-- What the exercise asks --
Every line holding the string "auto" should be copied out of the listing.

Input records Block Start

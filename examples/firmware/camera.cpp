/*
 * A small camera controller: what a camera shows behind a telescope, how many frames a target takes, and how exactly the
 * focus motor must stand, on a display of two lines of sixteen characters.
 *
 * The display hangs on a serial line and understands ECMA-48's "cursor position", as any terminal does; its buttons send a
 * letter each: c next camera, b binning, g glass before the camera (none, reducer, Barlow), t next target, p next page,
 * o off. Nothing is drawn again that has not changed.
 *
 * Equipment and targets are invented. Put your own in; the compiler refuses a length in the wrong unit.
 */
#include "board.h"
#include "fieldstop.hpp"

namespace {

using namespace fieldstop::literals;
using fieldstop::result;

constexpr uint8_t columns = 16, rows = 2, most_binning = 3;

/* In flash. */
constexpr fieldstop::telescope telescope = fieldstop::telescope()
                                               .with_aperture(186000_um)
                                               .with_focal_length(790000_um)
                                               .with_obstruction(71000_um)
                                               .with_throughput(0.79_q16);
constexpr fieldstop::camera cameras[] = {
    fieldstop::camera().with_pixel(4300_nm).with_columns(4144).with_rows(2822),
    fieldstop::camera().with_pixel(2650_nm).with_columns(1880).with_rows(1250),
};
/* Nothing, a reducer, a Barlow lens. */
constexpr fieldstop::q16 glasses[] = {1.0_q16, 0.78_q16, 1.9_q16};
/* No eye looks here: what concerns it is 0, not known. */
constexpr fieldstop::observer observer = fieldstop::observer().with_seeing(2400000_uas).with_wavelength(550_nm);

/* The focus: travel of one step of the motor, and the steel tube that cools through the night. */
constexpr fieldstop::nanometres motor_step = 450_nm;
constexpr fieldstop::micrometres tube_length = 690000_um;
constexpr fieldstop::parts_per_billion_per_kelvin steel = 11700_ppb_per_k;

struct target {
    const char *name;
    fieldstop::milliarcseconds width, height;
};
constexpr target targets[] = {
    {"Reed veil", 11400000_mas, 3900000_mas},
    {"Comb stars", 1500000_mas, 1380000_mas},
    {"Lantern", 82000_mas, 64000_mas},
};

/* Pages in their order: the camera's first, two of its lines each. */
constexpr uint8_t camera_pages = (FIELDSTOP_CAMERA_ROWS + rows - 1) / rows;
constexpr uint8_t target_page = camera_pages, focus_page = camera_pages + 1, limits_page = camera_pages + 2;
constexpr uint8_t pages = camera_pages + 3;

template <typename type, unsigned count> constexpr uint8_t count_of(const type (&)[count])
{
    return count;
}

/* What the display shows. */
char shown[rows][columns];

void send_number(unsigned n)
{
    if (n >= 10) {
        send_number(n / 10);
    }
    board_send(static_cast<char>('0' + n % 10));
}

void move_to(unsigned row, unsigned column)
{
    board_send('\033');
    board_send('[');
    send_number(row + 1);
    board_send(';');
    send_number(column + 1);
    board_send('H');
}

/* A line of the display, written from left to right. */
class line {
public:
    explicit line(const char *words)
    {
        for (char &character : text_) {
            character = ' ';
        }
        add(words);
    }
    uint8_t room() const { return static_cast<uint8_t>(columns - length_); }
    fieldstop::buffer rest() { return fieldstop::buffer(text_ + length_, room()); }
    void add(const char *words)
    {
        while (length_ < columns && *words != '\0') {
            text_[length_++] = *words++;
        }
    }
    /* What a function has written into the rest; where there is no value, a dash at the end. */
    void add(result<uint16_t> written)
    {
        if (written) {
            length_ = static_cast<uint8_t>(length_ + written.value());
        } else {
            text_[columns - 1] = '-';
            length_ = columns;
        }
    }
    /* Sends the part that is not on the display yet. */
    void show(uint8_t row) const
    {
        const auto changed = fieldstop::text_changed(shown[row], columns, text_, columns, style());
        if (!changed || changed.value().count == 0) {
            return;
        }
        const unsigned first = changed.value().first, behind = first + changed.value().count;
        move_to(row, first);
        for (unsigned i = first; i < behind; i++) {
            board_send(text_[i]);
            shown[row][i] = text_[i];
        }
    }
    static const fieldstop::text_style &style() { return fieldstop::text_style_ascii(); }

private:
    char text_[columns];
    uint8_t length_ = 0;
};

void show_words(uint8_t row, const char *words)
{
    line(words).show(row);
}

/* Values at the right end of a line. One that is not known hands its status on, in place of its text's. */

void show_angle(uint8_t row, const char *words, fieldstop::milliarcseconds angle)
{
    line on(words);
    on.add(fieldstop::text_angle(angle, fieldstop::angle_by_size, 0, line::style(), on.room(), on.rest()));
    on.show(row);
}

void show_micrometres(uint8_t row, const char *words, result<fieldstop::nanometres> length, uint8_t decimals)
{
    line on(words);
    on.add(length ? fieldstop::text_length_um(length.value(), decimals, line::style(), on.room(), on.rest())
                  : result<uint16_t>(length.status()));
    on.show(row);
}

void show_ratio(uint8_t row, const char *words, result<fieldstop::q16> ratio)
{
    line on(words);
    on.add(ratio ? fieldstop::text_ratio(ratio.value(), 1, line::style(), on.room(), on.rest())
                 : result<uint16_t>(ratio.status()));
    on.show(row);
}

result<uint16_t> write_count(result<uint32_t> count, uint8_t unit, uint8_t width, fieldstop::buffer text)
{
    return count ? fieldstop::text_count(count.value(), unit, line::style(), width, text) : result<uint16_t>(count.status());
}

/* Frames in a row that a length of sky takes; each takes an eighth of the one before it again. */
result<uint32_t> frames(fieldstop::milliarcseconds length, result<fieldstop::milliarcseconds> frame)
{
    return frame ? fieldstop::tiles_fx(length, frame.value(), fieldstop::milliarcseconds(frame.value().count() >> 3))
                 : result<uint32_t>(frame.status());
}

void draw_target(const fieldstop::camera_readout &readout, const target &of)
{
    line on("Frames");
    on.add(write_count(frames(of.width, readout.frame_width()), fieldstop::unit_none, 5, on.rest()));
    on.add(" x ");
    on.add(write_count(frames(of.height, readout.frame_height()), fieldstop::unit_none, 0, on.rest()));
    show_angle(0, of.name, of.width);
    on.show(1);
}

/* How far the focus may be off, to each side. */
result<fieldstop::nanometres> depth_of_focus(const fieldstop::camera_readout &readout)
{
    const auto ratio = readout.focal_ratio();
    return ratio ? fieldstop::depth_of_focus_fx(ratio.value(), observer.wavelength())
                 : result<fieldstop::nanometres>(ratio.status());
}

void draw_focus(const fieldstop::camera_readout &readout)
{
    const auto depth = depth_of_focus(readout);
    const auto steps = depth ? fieldstop::motor_steps_fx(depth.value(), motor_step) : result<uint32_t>(depth.status());
    line on("or +/-");
    on.add(write_count(steps, fieldstop::unit_step, on.room(), on.rest()));
    show_micrometres(0, "Focus +/-", depth, 0);
    on.show(1);
}

/* The tube's change of temperature that takes the focus out of its depth, and how wide one step makes a point. */
void draw_limits(const fieldstop::camera_readout &readout)
{
    const auto ratio = readout.focal_ratio();
    const auto depth = depth_of_focus(readout);
    const auto change = depth ? fieldstop::refocus_temperature_fx(tube_length, steel, depth.value())
                              : result<fieldstop::millikelvin>(depth.status());
    show_ratio(0, "Refocus at K",
               change ? fieldstop::q16_from_milli_fx(fieldstop::thousandths(change.value().count()))
                      : result<fieldstop::q16>(change.status()));
    show_micrometres(1, "A step",
                     ratio ? fieldstop::defocus_blur_fx(motor_step, ratio.value())
                           : result<fieldstop::nanometres>(ratio.status()),
                     2);
}

void draw_camera(const fieldstop::camera_readout &readout, uint8_t page)
{
    for (uint8_t row = 0; row < rows; row++) {
        line on("");
        on.add(fieldstop::text_camera_line(readout, fieldstop::text_camera_labels_short(), line::style(), columns,
                                           static_cast<uint8_t>(page * rows + row), on.rest()));
        on.show(row);
    }
}

void draw(uint8_t page, fieldstop::q16 glass, const fieldstop::camera &camera, const target &of)
{
    const auto readout = fieldstop::camera_readout_compute(telescope.with_amplification(glass), camera, observer,
                                                           fieldstop::camera_all);
    if (!readout) {
        /* Which of the three structs: telescope 1, camera 2, observer 3. */
        static const char *const which[] = {"", "Check telescope", "Check camera", "Check observer"};
        show_words(0, which[readout.status().argument() & 3]);
        show_words(1, readout.status().text());
    } else if (page == target_page) {
        draw_target(readout.value(), of);
    } else if (page == focus_page) {
        draw_focus(readout.value());
    } else if (page == limits_page) {
        draw_limits(readout.value());
    } else {
        draw_camera(readout.value(), page);
    }
}

char wait_for_button()
{
    char button;
    while ((button = board_button()) == 0) {
    }
    return button;
}

uint8_t next(uint8_t now, bool pressed, uint8_t count)
{
    const unsigned then = now + (pressed ? 1u : 0u);
    return then < count ? static_cast<uint8_t>(then) : uint8_t(0);
}

} // namespace

int main()
{
    uint8_t camera = 0, binning = 0, glass = 0, target = 0, page = 0;
    char button;

    board_start();
    /* An empty display, as far as we know. */
    for (uint8_t row = 0; row < rows; row++) {
        move_to(row, 0);
        for (char &character : shown[row]) {
            character = ' ';
            board_send(' ');
        }
    }
    /* The usual caution, until somebody has seen it. */
    show_words(0, "Never at the Sun");
    show_words(1, "without a filter");
    button = wait_for_button();
    while (button != 'o') {
        draw(page, glasses[glass], cameras[camera].with_binning(static_cast<uint8_t>(binning + 1)), targets[target]);
        button = wait_for_button();
        camera = next(camera, button == 'c', count_of(cameras));
        binning = next(binning, button == 'b', most_binning);
        glass = next(glass, button == 'g', count_of(glasses));
        target = next(target, button == 't', count_of(targets));
        page = next(page, button == 'p', pages);
    }
    move_to(rows, 0);
    board_off();
    return 0;
}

Input records Block End

-- Solution for this task --
        const auto changed = fieldstop::text_changed(shown[row], columns, text_, columns, style());
    const auto ratio = readout.focal_ratio();
    const auto depth = depth_of_focus(readout);
    const auto steps = depth ? fieldstop::motor_steps_fx(depth.value(), motor_step) : result<uint32_t>(depth.status());
    const auto ratio = readout.focal_ratio();
    const auto depth = depth_of_focus(readout);
    const auto change = depth ? fieldstop::refocus_temperature_fx(tube_length, steel, depth.value())
    const auto readout = fieldstop::camera_readout_compute(telescope.with_amplification(glass), camera, observer,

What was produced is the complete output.